Garak didn’t rebut him by saying he wasn’t worrying, which surprised Julian almost as much as the first name thing. Instead, the Cardassian just looked at Julian with some unidentifiable emotion showing in his eyes.

“It just happens sometimes,” he admitted. “Sometimes more often than I’d like.”

Garak nodded. “And what causes these… episodes?”

“They’re called meltdowns. It’s part of being autistic, needing the right kind of stimulation in the right amounts. This one was particularly bad. I don’t usually have very many self-injurious stims.” He pulled away from Elim and looked down, slightly ashamed. He knew he couldn’t help having meltdowns but he still felt somewhat responsible for taking up Garak’s time and acting ‘like a child,’ as some others would say.

Garak leaned back to get a better look at the doctor, questions in his eyes.

“Go ahead,” said Julian. “You can ask. I know you have questions.”

It was Garak’s turn to blink. “Very well. First, how come your… alterations did not eliminate it?
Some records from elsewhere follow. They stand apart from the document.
import Link from "next/link";
import { ProductStateBadge } from "@/components/ui/state-badge";
import { Table, TBody, TD, TH, THead, TRow } from "@/components/ui/table";
import type { SessionListItem } from "@/db/queries/reviews";
import { formatMoney } from "@/lib/format/money";
import { stageList } from "@/lib/reviews/labels";

const dateFormat = new Intl.DateTimeFormat("en-GB", { day: "numeric", month: "short", year: "numeric", timeZone: "UTC" });

/** A person's review sessions, as builder or as reviewer, each state shown as its word. */
export function SessionsTable({ sessions, as, caption }: { sessions: SessionListItem[]; as: "builder" | "reviewer"; caption: string }) {
  return (
    <Table caption={caption} captionHidden data-testid={`sessions-${as}`}>
      <THead>
        <tr>
          <TH>Log</TH>
          <TH>{as === "builder" ? "Reviewer" : "Builder"}</TH>
          <TH>Stages</TH>
          <TH>State</TH>
          <TH numeric>{as === "builder" ? "Price" : "Your share"}</TH>
          <TH>Booked</TH>
        </tr>
      </THead>
      <TBody>
        {sessions.map((s) => (
          <TRow key={s.id} data-testid="session-row" data-state={s.state}>
            <TD>
              <Link href={`/reviews/${s.id}`}>{s.logTitle}</Link>
            </TD>
            <TD>{s.counterpart}</TD>
            <TD>{stageList(s.stages)}</TD>
            <TD>
              <ProductStateBadge kind="review" state={s.state} />
            </TD>
            <TD numeric>{formatMoney(as === "builder" ? s.priceMinor : s.reviewerShareMinor, s.currency)}</TD>
            <TD>
              <time dateTime={s.createdAt.toISOString()}>{dateFormat.format(s.createdAt)}</time>
            </TD>
          </TRow>
        ))}
      </TBody>
    </Table>
  );
}
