import { expertiseLabel } from "@/lib/validations/reviews";

export function ExpertiseTags({ expertise }: { expertise: readonly string[] }) {
  return (
    <ul className="flex flex-wrap gap-1.5" aria-label="Areas of expertise">
      {expertise.map((key) => (
        <li key={key} className="rounded-sm border border-graphite-300 bg-paper-sunken px-1.5 py-px text-xs font-medium text-graphite-700">
          {expertiseLabel(key)}
        </li>
      ))}
    </ul>
  );
}
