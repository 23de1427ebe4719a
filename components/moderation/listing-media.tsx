import type { ReviewDocument, ReviewPhoto } from "@/db/queries/moderation";
import { formatSi } from "@/components/ui/format";

/** Thumbnails of the cleaned uploads (each opens the full photo) and the documents. */
export function ListingMedia({ photos, documents }: { photos: ReviewPhoto[]; documents: ReviewDocument[] }) {
  return (
    <div className="space-y-4">
      {photos.length === 0 ? (
        <p className="text-signal-700">No photos: a listing needs at least one before it can be submitted.</p>
      ) : (
        <ul className="flex flex-wrap gap-3" aria-label="Photos" data-testid="listing-photos">
          {photos.map((p) => (
            <li key={p.position} className="w-40">
              <a href={p.url} target="_blank" rel="noopener noreferrer" className="block">
                {/* Plain <img>: uploads come from the uploads host at sizes only the upload knows. */}
                {/* eslint-disable-next-line @next/next/no-img-element */}
                <img src={p.thumbUrl ?? p.url} alt={p.alt || `Photo ${p.position + 1}`} width={160} height={120} className="h-28 w-40 rounded border border-graphite-200 object-cover" />
              </a>
              <p className="mt-1 text-xs text-graphite-600">
                {p.position === 0 ? "Cover · " : ""}
                {p.width && p.height ? `${p.width} × ${p.height} px` : ""}
              </p>
            </li>
          ))}
        </ul>
      )}
      {documents.length === 0 ? (
        <p className="text-sm text-graphite-600">No documents.</p>
      ) : (
        <ul className="space-y-1 text-sm" aria-label="Documents">
          {documents.map((d) => (
            <li key={d.url}>
              <a href={d.url} target="_blank" rel="noopener noreferrer">
                {d.title}
              </a>{" "}
              <span className="text-graphite-600">
                · {d.kind} · PDF, <span className="font-mono">{formatSi(d.bytes, "B", 2)}</span>
              </span>
            </li>
          ))}
        </ul>
      )}
    </div>
  );
}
I believe you said at one point that autism is a genetic disorder?”

Julian sighed. This was going to be a long night. “Yeah, my parents asked that question a lot, too. Not every genetic augmentation goes exactly as planned. In fact, most don’t. I’m lucky that it didn’t do something to me that would preclude me from functioning in society at all. I was autistic before the augmentation, and I’m autistic after. They made lots of things ‘better,’ but they didn’t manage to eliminate those particular genes. In fact, it’s actually harder to deal with now than it might have been without the augmentations. Sensory overload is… so much worse when you have superhuman senses.” He shuddered, remembering.

Garak nodded, but didn’t speak for a moment or two. Eventually, he asked another question. “And why do you look as though you feel you have failed at some important task?”

“Because I feel like I did. I know it’s not my fault. I know it’s just a part of me like anything else, but my parents, my teachers, every adult in my life before I joined Starfleet told me that I shouldn’t ‘behave like a child,’ when I would have a meltdown or shutdown.”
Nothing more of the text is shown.